The difference between ORACLE in and exists statement

select * from A
where id in(select id from B)

The above query uses the in statement, in() is executed only once, it finds all the id fields in the B table and caches them. After that, check whether the id of the A table matches the The ids in table B are equal. If they are equal, the records in table A will be added to the result set until all records in table A have been traversed.
Its query process is similar to the following process:

List resultSet=[];
Array A=(select * from A );
Array B=(select id from B);

for(int i=0;i<A.length;i++) {
   for(int j=0;j<B.length;j++) {
      if(A[i] .id==B[j].id) {
         resultSet.add(A[i]);
         break;
      }
   }
}
return resultSet;

It can be seen that it is not suitable to use in() when the B table data is large, because it It will traverse all the data in table B once.
For example: table A has 10,000 records, table B has 1,000,000 records, then it is possible to traverse 10,000*1,000,000 times at most, which is very inefficient.
Another example: table A has 10,000 records, table B has 10,000 records There are 100 records, then it is possible to traverse 10000*100 times at most, the number of traversals is greatly reduced, and the efficiency is greatly improved.

Conclusion: in() is suitable for the case where the data in table B is smaller than that in table A

select a.* from A a
where exists(select 1 from B b where a.id=b.id)

The above query uses the exists statement, exists() will execute A.length times, it does not cache the exists() result set , because the content of the exists() result set is not important, the important thing is whether there is a record in the result set, if there is a record, it returns true, if not, it returns false.
Its query process is similar to the following process

List resultSet=[];
Array A= (select * from A)

for(int i=0;i<A.length;i++) {
   if(exists(A[i].id) { //Execute select 1 from B b where b.id=a.id Whether there is a record to return
       resultSet.add(A[i]);
   }
}
return resultSet;

When the data of table B is larger than that of table A, exists() is suitable, because it does not have the traversal operation, and only needs to execute the query again.
For example : There are 10,000 records in table A and 1,000,000 records in table B, then exists() will be executed 10,000 times to determine whether the id in table A is equal to the id in table B.
For example: table A has 10,000 records, table B has 10,000 records There are 100,000,000 records, then exists() is still executed 10,000 times, because it only executes A.length times.

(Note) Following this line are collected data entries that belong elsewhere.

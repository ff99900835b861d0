import { describe, expect, it } from 'vitest';
import { fitInto, type FreeTime, type PieceToFit } from '@/server/services/bench-plan/fit-check';
import { clock, timeOf } from './day';

const minute = 60_000;
const at = (time: string): number => Date.parse(clock(time));
const free = (from: string, to: string, lookIns: string[] = []): FreeTime => ({
  from: at(from),
  to: at(to),
  lookIns: lookIns.map(at),
});
const piece = (minutes: number, more: Partial<PieceToFit> = {}): PieceToFit => ({
  ...{ longMs: minutes * minute, splittable: false, dueAt: null, place: null, lacks: null },
  ...more,
});
const bay = (from: string, to: string): PieceToFit['place'] => ({
  name: 'Bay 1',
  taken: [{ from: at(from), to: at(to) }],
});
const fit = (time: FreeTime, one: PieceToFit) => {
  const found = fitInto(time, one, 5 * minute, 'Europe/Berlin', at('10:00'));
  return found.fits
    ? `${timeOf(new Date(found.from).toISOString())}–${timeOf(new Date(found.to).toISOString())} ${found.workedMs / minute}`
    : { over: found.overByMinutes, because: found.because };
};

describe('work beside a free stretch', () => {
  it('of 60 min fits 60 min to the minute, and of 61 is 1 min too long', () => {
    expect(fit(free('11:00', '12:00'), piece(60))).toBe('11:00–12:00 60');
    expect(fit(free('11:00', '12:00'), piece(61))).toEqual({ over: 1, because: '1\u00a0min too long' });
  });

  it('gives a look-in its 5 min: 60 min then fit 55 of work and not 56', () => {
    expect(fit(free('11:00', '12:00', ['11:30']), piece(55))).toBe('11:00–12:00 55');
    expect(fit(free('11:00', '12:00', ['11:30']), piece(56))).toEqual({ over: 1, because: '1\u00a0min too long' });
    expect(fit(free('11:00', '12:00', ['11:30']), piece(30))).toBe('11:00–11:30 30');
    expect(fit(free('11:00', '12:00', ['11:00']), piece(20))).toBe('11:05–11:25 20');
  });

  it('waits for its place, and where that is free too late says until when it is taken', () => {
    expect(fit(free('11:00', '13:00'), piece(60, { place: bay('10:30', '11:40') }))).toBe('11:40–12:40 60');
    expect(fit(free('11:00', '13:00'), piece(60, { place: bay('12:00', '14:00') }))).toBe('11:00–12:00 60');
    expect(fit(free('11:00', '13:00'), piece(60, { place: bay('10:30', '12:20') }))).toEqual({
      over: null,
      because: 'Bay 1 is taken until 12:20',
    });
  });

  it('that can be split takes what there is, but no part below 15 min', () => {
    expect(fit(free('11:00', '11:40'), piece(90, { splittable: true }))).toBe('11:00–11:40 40');
    expect(fit(free('11:00', '11:15'), piece(90, { splittable: true }))).toBe('11:00–11:15 15');
    expect(fit(free('11:00', '11:12'), piece(90, { splittable: true }))).toEqual({
      over: 3,
      because: '3\u00a0min too long',
    });
    // The last 10 min of a piece are no part: they are all that is left.
    expect(fit(free('11:00', '11:12'), piece(10, { splittable: true }))).toBe('11:00–11:10 10');
  });

  it('is over by its due time, or says that it cannot be', () => {
    expect(fit(free('11:00', '13:00'), piece(60, { dueAt: at('12:00') }))).toBe('11:00–12:00 60');
    expect(fit(free('11:00', '13:00'), piece(60, { dueAt: at('11:50') }))).toEqual({
      over: null,
      because: 'Due at 11:50, before it could be done',
    });
  });

  it('asks for a skill that is lacked by its name', () => {
    expect(fit(free('11:00', '13:00'), piece(60, { lacks: 'Brakes' }))).toEqual({
      over: null,
      because: 'It needs Brakes.',
    });
  });
});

It can be seen that the more data in table B, the more suitable exists() is to play its effect.
Another example: Table A has 10,000 records and table B has 100 records, so exists() is still executed 10,000 times, it is better to use in() to traverse 10,000*100 times, because in() is to traverse and compare in memory, and exists() needs to query the database. We all know that querying the database consumes higher performance, and the memory is relatively fast.

Conclusion: exists() is suitable for the case where the data in table B is larger than that in table A.

When data in table A is as large as the data in table B When the efficiency of in and exists is similar, you can use either one.